Google Cloud Professional Cloud Security Engineer — Question 161

Your organization heavily utilizes serverless applications while prioritizing security best practices. You are responsible for enforcing image provenance and compliance with security standards before deployment. You leverage Cloud Build as your continuous integration and continuous deployment (CI/CD) tool for building container images. You must configure Binary Authorization to ensure that only images built by your Cloud Build pipeline are deployed and that the images pass security standard compliance checks. What should you do?

Answer options

• A. Create a Binary Authorization attestor that uses a scanner to assess source code management repositories. Deploy images only if the attestor validates results against a security policy.
• B. Create a Binary Authorization attestor that utilizes a scanner to evaluate container image build processes.

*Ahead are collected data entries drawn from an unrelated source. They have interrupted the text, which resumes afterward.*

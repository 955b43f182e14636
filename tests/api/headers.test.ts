import request from 'supertest';
import { describe, expect, it } from 'vitest';
import { buildUser, call, signIn, SIGNED_OUT, useApi } from '../helpers/api';
import { manualClock } from '../helpers/clock';

describe('security headers', () => {
  const ctx = useApi();

  it('marks signed-in and signed-out JSON answers no-store', async () => {
    const signedOut = await request(ctx.app).get('/api/v1/session');
    expect(signedOut.headers['cache-control']).toBe('no-store');
    const agent = await signIn(ctx, await buildUser({ role: 'admin' }));
    for (const url of ['/api/v1/session', '/api/v1/sites', '/api/v1/users', '/api/v1/me', '/api/v1/no-such-thing']) {
      const res = await call(agent, 'get', url);
      expect(res.headers['content-type'], url).toMatch(/^application\/json/);
      expect(res.headers['cache-control'], url).toBe('no-store');
    }
  });

  it('keeps a plain X-Request-Id and replaces anything else with a fresh UUID', async () => {
    const plain = await request(ctx.app).get('/api/health').set('X-Request-Id', 'proxy-7f3a.42:9');
    expect(plain.headers['x-request-id']).toBe('proxy-7f3a.42:9');
    const uuid = /^[0-9a-f]{8}-[0-9a-f]{4}-[0-9a-f]{4}-[0-9a-f]{4}-[0-9a-f]{12}$/;
    for (const given of ['<script>alert(1)</script>', 'a b', '"quoted"', 'x'.repeat(65), '-starts-with-dash', '%0d%0aforged']) {
      const res = await request(ctx.app).get('/api/health').set('X-Request-Id', given);
      expect(res.headers['x-request-id'], given).toMatch(uuid);
    }
    expect((await request(ctx.app).get('/api/health')).headers['x-request-id']).toMatch(uuid);
  });

  it('lets the page connect only to its own origin (CSP connect-src self, no bare ws: or wss:)', async () => {
    const res = await request(ctx.app).get('/api/health');
    const csp = res.headers['content-security-policy'] as string;
    const connect = csp
      .split(';')
      .map((d) => d.trim())
      .find((d) => d.startsWith('connect-src'));
    expect(connect).toBe("connect-src 'self'");
  });
});

describe('absolute session lifetime', () => {
  const clock = manualClock('2026-06-01T08:00:00Z');
  const ctx = useApi({ now: clock.now, sessionAbsoluteMs: 7 * 24 * 3_600_000 });

  it('ends a session seven days after sign-in however busy it is, and lets the person sign in again', async () => {
    clock.set('2026-06-01T08:00:00Z');
    const user = await buildUser({ role: 'operator' });
    const agent = await signIn(ctx, user);
    for (const day of [1, 2, 3, 4, 5, 6]) {
      clock.set(`2026-06-0${1 + day}T07:59:00Z`);
      const res = await call(agent, 'get', '/api/v1/me');
      expect(res.status, `day ${day}`).toBe(200);
    }
    clock.set('2026-06-08T08:00:00Z');
    const late = await call(agent, 'get', '/api/v1/me');
    expect(late.status).toBe(401);
    expect(late.body.error).toEqual(SIGNED_OUT);
    // The old session is gone for good, not only for that one request.
    expect((await call(agent, 'get', '/api/v1/session')).body.user).toBeNull();
    const again = await signIn(ctx, user);
    expect((await call(again, 'get', '/api/v1/me')).status).toBe(200);
  });

  it('reads the lifetime from config: SESSION_ABSOLUTE_HOURS, 7 days by default', async () => {
    const { loadConfig } = await import('../../server/config');
    expect(loadConfig({ DATABASE_URL: 'postgres://x@127.0.0.1/x' }).sessionAbsoluteMs).toBe(7 * 24 * 3_600_000);
    expect(loadConfig({ DATABASE_URL: 'postgres://x@127.0.0.1/x', SESSION_ABSOLUTE_HOURS: '12' }).sessionAbsoluteMs).toBe(12 * 3_600_000);
  });
});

Define a policy that requires deployment of images only if this attestation is present.
• C. Create a Binary Authorization attestor that retrieves the Cloud Build build ID of the container image. Configure a policy to allow deployment only if there's a matching build ID attestation.
• D. Utilize a custom Security Health Analytics module to create a policy. Enforce the policy through Binary Authorization to prevent deployment of images that do not meet predefined security standards.

Correct answer: B

Explanation

The correct answer is B because it directly aligns with the requirement to ensure that only images built through the Cloud Build pipeline are deployed, contingent upon passing security compliance checks. Option A focuses on source code management rather than container images, C centers on build IDs which do not guarantee security compliance, and D involves a custom module that does not specifically address the CI/CD process with Binary Authorization.